We recommend that you open a sample document side by side with the Control Room window as you configure the form and table fields.

Note:

A form field is a type of field that occurs only one time in a document.
A table field is a type of field that reoccurs throughout a document, typically in the form of a table.

Configure the form and table fields for extraction. For more details, see View and search fields.
1. Click a field to open the fields editor. For more details, see .Guidelines to edit the fields and create custom aliases
2. Hover over the menu icon to the right of a field to access the up/down arrows.
3. Use the arrows to rearrange the order of the fields for a more efficient manual validation.
  The order of the fields does not impact extraction.
To learn more about the other field attributes, see Considerations for form and table fields.
Click Add a field and specify the fields details such as field name, fields label, confidence, data type, format date/number, and so on. For more details, see Considerations for form and table fields.
The following image shows form and table fields configured in a learning instance:

Note: The Add a field option is not available for Receipts document type.
Optional: On the Table fields tab, click + icon to add a custom table at learning instance level.
1. Enter a name for the table and click Add.
2. Click Add a field and specify the fields details such as field name, fields label, confidence, data type, format date/number, and so on. For more details, see Considerations for form and table fields.
  
  Note: You can also add and delete the custom table while editing a learning instance.
The custom table is displayed in the table drop-down list.

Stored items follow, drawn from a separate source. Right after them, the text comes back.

/// Which white-noise terms of one backend are free parameters (an absent EFAC is 1, an absent
/// EQUAD or ECORR is 0).
#[derive(Clone, Copy, Debug, PartialEq, Eq, Default)]
pub struct BackendTerms {
    pub efac: bool,
    pub log10_equad: bool,
    pub log10_ecorr: bool,
}

/// The common process in a pulsar's auto-power: given, or with free amplitude and index.
#[derive(Clone, Copy, Debug, PartialEq)]
pub enum CommonTerm {
    Fixed(PowerLaw),
    Free,
}

/// A common process on the first `n_frequencies` frequencies of the ladder.
#[derive(Clone, Copy, Debug, PartialEq)]
pub struct CommonSpec {
    pub n_frequencies: usize,
    pub term: CommonTerm,
}

/// The noise processes of one pulsar's model.
#[derive(Clone, Debug, PartialEq, Default)]
pub struct Components {
    /// One entry per backend of the pulsar, in the order of `Pulsar::backends`.
    pub backends: Vec<BackendTerms>,
    /// Achromatic red noise on this many frequencies.
    pub red: Option<usize>,
    /// Chromatic (DM) noise on this many frequencies, basis scaled by (1400 MHz / nu)^2.
    pub dm: Option<usize>,
    pub common: Option<CommonSpec>,
}

/// What a hyperparameter is; backends by their index in `Pulsar::backends`.
#[derive(Clone, Copy, Debug, PartialEq, Eq)]
pub enum Hyper {
    Efac(usize),
    /// log10 of EQUAD in seconds.
    Log10Equad(usize),
    /// log10 of ECORR in seconds.
    Log10Ecorr(usize),
    RedLog10Amplitude,
    RedSpectralIndex,
    DmLog10Amplitude,
    DmSpectralIndex,
    CommonLog10Amplitude,
    CommonSpectralIndex,
}

/// One hyperparameter: its kind and its name in chain tables (`efac.KRK-L`,
/// `equad_log10_s.KRK-L`, `red.log10_amplitude`, ...: the keys of `noise.toml`).
#[derive(Clone, Debug, PartialEq)]
pub struct Hyperparameter {
    pub name: String,
    pub kind: Hyper,
}

/// Indices of a backend's free parameters in the parameter vector.
#[derive(Clone, Copy, Debug, Default)]
struct WhiteIndex {
    efac: Option<usize>,
    equad: Option<usize>,
    ecorr: Option<usize>,
}

/// A power-law block of T: its columns (start in T) and frequencies.
#[derive(Clone, Debug)]
struct Block {
    start: usize,
    freqs: Vec<f64>,
}

/// Buffers of one evaluation's n-sized and (n x c)-sized steps, kept per thread and reused
/// ([`with_work`]), so that an evaluation allocates nothing of size n: on 2,400 TOAs x 60
/// columns a fresh 1.2 MB array per step cost more in page faults than the arithmetic
/// (measured, docs/noise-estimation.md "Speed").
#[derive(Default)]
struct Work {
    /// D_ii = (EFAC sigma_i)^2 + EQUAD^2 and D_ii^-1/2.
    d: Vec<f64>,
    sqrt_dinv: Vec<f64>,
    /// D^-1/2 r.
    wr: Vec<f64>,
    /// D^-1/2 (r - T a).
    e: Vec<f64>,
    /// P r.
    pr: Vec<f64>,
    /// D^-1/2 T; in the gradient overwritten by N^-1 T and then by its rows whitened with S.
    wa: Array2<f64>,
    /// Per ECORR epoch: sum of D^-1 over its TOAs, beta^(1/2) of the Sherman-Morrison fold,
    /// and beta^(1/2) times the sum of its D^-1/2 rows of D^-1/2 T.
    sum_dinv: Vec<f64>,
    sqrt_beta: Vec<f64>,
    v: Array2<f64>,
    /// T^T N^-1 T (both triangles).
    gram: Array2<f64>,
    /// Per backend, H and dH/dtau of the interpolated Gram (packed; [`BackendGram`]).
    gram_h: Vec<f64>,
}
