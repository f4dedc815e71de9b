//! The optimal statistic: pairwise cross-correlations rho_ab with their uncertainties, and the
//! amplitude of a correlation pattern fitted to them (Anholm et al. 2009; Demorest et al. 2013;
//! Chamberlin et al. 2015; multiple-component form: Sardesai & Vigeland 2023).

use crate::error::{Error, Result};
use crate::orf::Pattern;
use crate::reduce::Reduced;
use crate::sky::{angle, cos_angle, Direction};
use ndarray::{Array1, Array2};
use ndarray_linalg::Inverse;
use rayon::prelude::*;

/// A pulsar's reduced data weighted by the template: x~ = Phi^(1/2) X and
/// Z~ = Phi^(1/2) Z Phi^(1/2), so that X_a^T Phi X_b = x~_a . x~_b and
/// tr(Z_a Phi Z_b Phi) = sum_ij Z~_a,ij Z~_b,ij (Z symmetric).
#[derive(Clone, Debug)]
pub struct Weighted {
    pub x: Array1<f64>,
    pub z: Array2<f64>,
}

/// Weight one reduced pulsar by the template diag(phi) (length 2K).
pub fn weight(r: &Reduced, phi: &[f64]) -> Weighted {
    let h: Array1<f64> = phi.iter().map(|p| p.sqrt()).collect();
    let x = &r.x * &h;
    let mut z = r.z.clone();
    for ((i, j), v) in z.indexed_iter_mut() {
        *v *= h[i] * h[j];
    }
    Weighted { x, z }
}

/// Every pair a < b (row-major order) of an array: indices, sky geometry, rho and sigma.
#[derive(Clone, Debug, Default)]
pub struct PairCorrelations {
    pub a: Vec<usize>,
    pub b: Vec<usize>,
    pub cos_angle: Vec<f64>,
    /// Separation zeta_ab in radians by [`angle`] (atan2 of |p_a x p_b| and p_a . p_b), accurate
    /// at all separations where acos(cos_angle) is not (docs/optimal-statistic.md).
    pub angle: Vec<f64>,
    /// rho_ab = X_a^T Phi X_b / tr(Z_a Phi Z_b Phi), an estimate of A^2 G_ab (s^2... in units
    /// of A^2).
    pub rho: Vec<f64>,
    /// sigma_ab = tr(Z_a Phi Z_b Phi)^(-1/2).
    pub sigma: Vec<f64>,
}

impl PairCorrelations {
    /// Number of pairs.
    pub fn len(&self) -> usize {
        self.rho.len()
    }

    /// True when there are no pairs.
    pub fn is_empty(&self) -> bool {
        self.rho.is_empty()
    }

    /// The pattern value G_ab of every pair.
    pub fn pattern_values(&self, pattern: Pattern) -> Vec<f64> {
        self.cos_angle.iter().map(|&c| pattern.value(c)).collect()
    }
}

/// The numerator X_a^T Phi X_b and the trace tr(Z_a Phi Z_b Phi) of one pair.
pub fn pair_terms(wa: &Weighted, wb: &Weighted) -> (f64, f64) {
    let num = wa.x.dot(&wb.x);
    let tr = frobenius(&wa.z, &wb.z);
    (num, tr)
}

/// sum_ij A_ij B_ij.
pub fn frobenius(a: &Array2<f64>, b: &Array2<f64>) -> f64 {
    match (a.as_slice(), b.as_slice()) {
        (Some(x), Some(y)) => x.iter().zip(y).map(|(p, q)| p * q).sum(),
        _ => a.iter().zip(b.iter()).map(|(p, q)| p * q).sum(),
    }
}

/// All pairwise correlations of an array (pairs in parallel over the first pulsar).
pub fn pair_correlations(reduced: &[Reduced], phi: &[f64]) -> Result<PairCorrelations> {
    let weighted: Vec<Weighted> = reduced.par_iter().map(|r| weight(r, phi)).collect();
    let directions: Vec<Direction> = reduced.iter().map(|r| r.direction).collect();
    let traces = pair_traces(&weighted);
    let nums = pair_numerators(&weighted);
    let mut out = PairCorrelations::default();
    let n = reduced.len();
    let mut k = 0;
    for a in 0..n {
        for b in a + 1..n {
            let tr = traces[k];
            if !(tr.is_finite() && tr > 0.0) {
                return Err(Error::NonFinite {
                    what: format!(
                        "tr(Z_a Phi Z_b Phi) of pair {}-{} (is one pulsar without data at the analysis frequencies?)",
                        reduced[a].label, reduced[b].label
                    ),
                });
            }
            out.a.push(a);
            out.b.push(b);
            out.cos_angle
                .push(cos_angle(&directions[a], &directions[b]));
            out.angle.push(angle(&directions[a], &directions[b]));
            out.rho.push(nums[k] / tr);
            out.sigma.push(tr.powf(-0.5));
            k += 1;
        }
    }
    Ok(out)
}

/// tr(Z_a Phi Z_b Phi) of every pair a < b (row-major), computed in parallel.
pub fn pair_traces(w: &[Weighted]) -> Vec<f64> {
    let n = w.len();
    (0..n)
        .into_par_iter()
        .flat_map_iter(|a| (a + 1..n).map(move |b| frobenius(&w[a].z, &w[b].z)))
        .collect()
}

/// X_a^T Phi X_b of every pair a < b (row-major).
pub fn pair_numerators(w: &[Weighted]) -> Vec<f64> {
    let n = w.len();
    let mut out = Vec::with_capacity(n * n.saturating_sub(1) / 2);
    for a in 0..n {
        for b in a + 1..n {
            out.push(w[a].x.dot(&w[b].x));
        }
    }
    out
}

/// The optimal-statistic estimate of one pattern.
#[derive(Clone, Copy, Debug, PartialEq, serde::Serialize, serde::Deserialize)]
pub struct OsEstimate {
    /// A2_hat = sum(G rho / sigma^2) / sum(G^2 / sigma^2).
    pub amplitude2: f64,
    /// sigma_0 = (sum G^2 / sigma^2)^(-1/2), the uncertainty without signal.
    pub amplitude2_sigma: f64,
    /// A2_hat / sigma_0.
    pub snr: f64,
}

impl OsEstimate {
    /// The amplitude A = sqrt(A2_hat) of a positive estimate (a negative or zero A2_hat has
    /// none).
    pub fn amplitude(&self) -> Option<f64> {
        (self.amplitude2 > 0.0).then(|| self.amplitude2.sqrt())
    }
}

/// Fit one pattern's amplitude to the pair correlations (Anholm et al. 2009; Chamberlin et
/// al. 2015): A2 = sum(G rho/s^2)/sum(G^2/s^2), sigma_0 = (sum G^2/s^2)^(-1/2).
pub fn optimal_statistic(rho: &[f64], sigma: &[f64], g: &[f64]) -> OsEstimate {
    let mut num = 0.0;
    let mut den = 0.0;
    for ((&r, &s), &gi) in rho.iter().zip(sigma).zip(g) {
        let w = 1.0 / (s * s);
        num += gi * r * w;
        den += gi * gi * w;
    }
    let amplitude2 = num / den;
    let amplitude2_sigma = den.powf(-0.5);
    OsEstimate {
        amplitude2,
        amplitude2_sigma,
        snr: amplitude2 / amplitude2_sigma,
    }
}

/// The SNR alone from precomputed weights 1/sigma^2 (hot loop of sky scrambles).
pub fn os_snr(rho_w: &[f64], inv_var: &[f64], g: &[f64]) -> f64 {
    let mut num = 0.0;
    let mut den = 0.0;
    for ((&rw, &w), &gi) in rho_w.iter().zip(inv_var).zip(g) {
        num += gi * rw;
        den += gi * gi * w;
    }
    num / den.sqrt()
}

/// A simultaneous fit of several patterns (Sardesai & Vigeland 2023).
#[derive(Clone, Debug, PartialEq, serde::Serialize, serde::Deserialize)]
pub struct MultiComponent {
    pub patterns: Vec<Pattern>,
    /// A2 = F^-1 b with F_kl = sum G^k G^l / sigma^2, b_k = sum G^k rho / sigma^2.
    pub amplitude2: Vec<f64>,
    /// F^-1, the covariance of the fitted amplitudes without signal.
    pub covariance: Vec<Vec<f64>>,
}

/// Fit several patterns at once.
pub fn multiple_component(
    pairs: &PairCorrelations,
    patterns: &[Pattern],
) -> Result<MultiComponent> {
    let gs: Vec<Vec<f64>> = patterns.iter().map(|&p| pairs.pattern_values(p)).collect();
    let m = patterns.len();
    let mut fisher = Array2::<f64>::zeros((m, m));
    let mut b = Array1::<f64>::zeros(m);
    for i in 0..pairs.len() {
        let w = 1.0 / (pairs.sigma[i] * pairs.sigma[i]);
        for k in 0..m {
            b[k] += gs[k][i] * pairs.rho[i] * w;
            for l in 0..m {
                fisher[[k, l]] += gs[k][i] * gs[l][i] * w;
            }
        }
    }
    let cov = fisher.inv().map_err(|_| Error::NotPositiveDefinite {
        what: "the Fisher matrix of the multiple-component fit (patterns degenerate for this sky)"
            .into(),
        pivot: 0,
    })?;
    let a2 = cov.dot(&b);
    Ok(MultiComponent {
        patterns: patterns.to_vec(),
        amplitude2: a2.to_vec(),
        covariance: cov.rows().into_iter().map(|r| r.to_vec()).collect(),
    })
}
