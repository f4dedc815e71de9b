//! Dense linear algebra helpers: a diagonally scaled Cholesky factor with a clear error when a
//! matrix is not positive definite, triangular solves through LAPACK, and square roots of
//! positive semi-definite matrices.

use crate::error::{Error, Result};
use ndarray::{Array1, Array2, Axis};
use ndarray_linalg::{Cholesky, Diag, Eigh, SolveTriangular, UPLO};

extern "C" {
    fn openblas_set_num_threads(n: std::ffi::c_int);
    fn cblas_dsyrk(
        order: std::ffi::c_int,
        uplo: std::ffi::c_int,
        trans: std::ffi::c_int,
        n: std::ffi::c_int,
        k: std::ffi::c_int,
        alpha: f64,
        a: *const f64,
        lda: std::ffi::c_int,
        beta: f64,
        c: *mut f64,
        ldc: std::ffi::c_int,
    );
    fn cblas_dtrsm(
        order: std::ffi::c_int,
        side: std::ffi::c_int,
        uplo: std::ffi::c_int,
        trans: std::ffi::c_int,
        diag: std::ffi::c_int,
        m: std::ffi::c_int,
        n: std::ffi::c_int,
        alpha: f64,
        a: *const f64,
        lda: std::ffi::c_int,
        b: *mut f64,
        ldb: std::ffi::c_int,
    );
    fn cblas_dtrsv(
        order: std::ffi::c_int,
        uplo: std::ffi::c_int,
        trans: std::ffi::c_int,
        diag: std::ffi::c_int,
        n: std::ffi::c_int,
        a: *const f64,
        lda: std::ffi::c_int,
        x: *mut f64,
        incx: std::ffi::c_int,
    );
    fn dtrtri_(
        uplo: *const std::ffi::c_char,
        diag: *const std::ffi::c_char,
        n: *const std::ffi::c_int,
        a: *mut f64,
        lda: *const std::ffi::c_int,
        info: *mut std::ffi::c_int,
    );
    fn dpotrf_(
        uplo: *const std::ffi::c_char,
        n: *const std::ffi::c_int,
        a: *mut f64,
        lda: *const std::ffi::c_int,
        info: *mut std::ffi::c_int,
    );
    fn dsyev_2stage_(
        jobz: *const std::ffi::c_char,
        uplo: *const std::ffi::c_char,
        n: *const std::ffi::c_int,
        a: *mut f64,
        lda: *const std::ffi::c_int,
        w: *mut f64,
        work: *mut f64,
        lwork: *const std::ffi::c_int,
        info: *mut std::ffi::c_int,
    );
}

const CBLAS_ROW_MAJOR: std::ffi::c_int = 101;
const CBLAS_TRANS: std::ffi::c_int = 112;
const CBLAS_UPPER: std::ffi::c_int = 121;
const CBLAS_NO_TRANS: std::ffi::c_int = 111;
const CBLAS_LOWER: std::ffi::c_int = 122;
const CBLAS_NON_UNIT: std::ffi::c_int = 131;
const CBLAS_RIGHT: std::ffi::c_int = 142;

/// A matrix dimension as a BLAS integer.
fn blas_int(v: usize) -> std::ffi::c_int {
    std::ffi::c_int::try_from(v).expect("matrix dimension fits a BLAS int")
}

/// Floating-point operations of `syrk_tn` on an `rows x cols` matrix: the upper triangle of
/// A^T A, cols (cols + 1) / 2 inner products of length rows, each rows multiplies and adds.
pub fn syrk_flops(rows: usize, cols: usize) -> f64 {
    rows as f64 * cols as f64 * (cols as f64 + 1.0)
}

/// c <- alpha A^T A + beta c on the upper triangle only (BLAS dsyrk, Dongarra et al. 1990):
/// half the work of the general product, since A^T A is symmetric. `a` is rows x cols in
/// standard (row-major) layout, `c` is cols x cols in standard layout. Call [`mirror_upper`]
/// once the last update is done.
pub fn syrk_tn(alpha: f64, a: &Array2<f64>, beta: f64, c: &mut Array2<f64>) {
    let (rows, cols) = a.dim();
    assert_eq!(c.dim(), (cols, cols), "syrk_tn: c must be cols x cols");
    if rows == 0 || cols == 0 {
        if beta != 1.0 {
            c.mapv_inplace(|v| v * beta);
        }
        return;
    }
    let a = a.as_standard_layout();
    assert!(
        c.is_standard_layout(),
        "syrk_tn: c must be in standard layout"
    );
    let to_int = blas_int;
    // SAFETY: both buffers are contiguous row-major with the leading dimensions given; dsyrk
    // reads rows x cols of `a` and writes the upper triangle of the cols x cols `c`.
    unsafe {
        cblas_dsyrk(
            CBLAS_ROW_MAJOR,
            CBLAS_UPPER,
            CBLAS_TRANS,
            to_int(cols),
            to_int(rows),
            alpha,
            a.as_ptr(),
            to_int(cols),
            beta,
            c.as_mut_ptr(),
            to_int(cols),
        );
    }
}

You can also view the fields from custom and default tables on the Document Rules tab but cannot select fields across all different tables. For more details about multi-table support, see Guidelines to create or edit the custom multi-table in a learning instance.
Click Create.

When a new learning instance is created, the Control Room creates a folder with the same name as the learning instance in the Automation > Document Workspace Processes folder. The folder contains two bots (extraction and download), a process, and a form. For more details, see Bots output file and folder structure.